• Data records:
§
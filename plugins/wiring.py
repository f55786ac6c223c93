"""Wiring integrity: is the drawing a circuit at all, and a sound one?

These rules check what every other rule takes for granted: that each tag and
part in a path names a declared device and a part its kind has, that the
contacts used exist on the device, that every coil is drawn once and every
contact's coil is drawn somewhere, that each load can be energized from its
supply, that no path joins hot to common without a load, that two supplies
are never joined, that each load's rated voltage matches its supply, that a
grounded circuit switches only the ungrounded side of its loads, and that
no wire ends in mid-air or device sits unused.

The circuit questions (energizing paths, shorts, crossed supplies) are asked
of ``ctllint.circuit.analysis.Circuit``; none of them enumerates paths. Elements
whose tag or part is unknown are reported once, by ``unknown-device`` or
``unknown-part``, and left out of the circuit rules here.
"""
from __future__ import annotations

from collections import deque
from typing import Callable, Iterable, Iterator

from typing import TYPE_CHECKING as _TYPE_CHECKING

if _TYPE_CHECKING:  # pragma: no cover
    import networkx as nx

from ctllint import hookimpl
import ctllint.reading.kinds as K
from ctllint.api import CheckContext, Example, Finding, Rule
from ctllint.circuit.analysis import biconnected_blocks, path_text
from ctllint.reading.model import Device, Element, Schematic, Severity, Supply
from ctllint.reading.quantities import format_si
from ctllint.reading.terminals import assign as assign_terminals
from ctllint.circuit.tables import COIL_MAX_FRACTION, COIL_MIN_FRACTION, coil_voltage_ok
from ctllint.circuit.wiresets import WireSets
§
• Exercise prompt: Filter the entries and copy out every line with the word "rules".

• Output for this task:
These rules check what every other rule takes for granted: that each tag and
``unknown-part``, and left out of the circuit rules here.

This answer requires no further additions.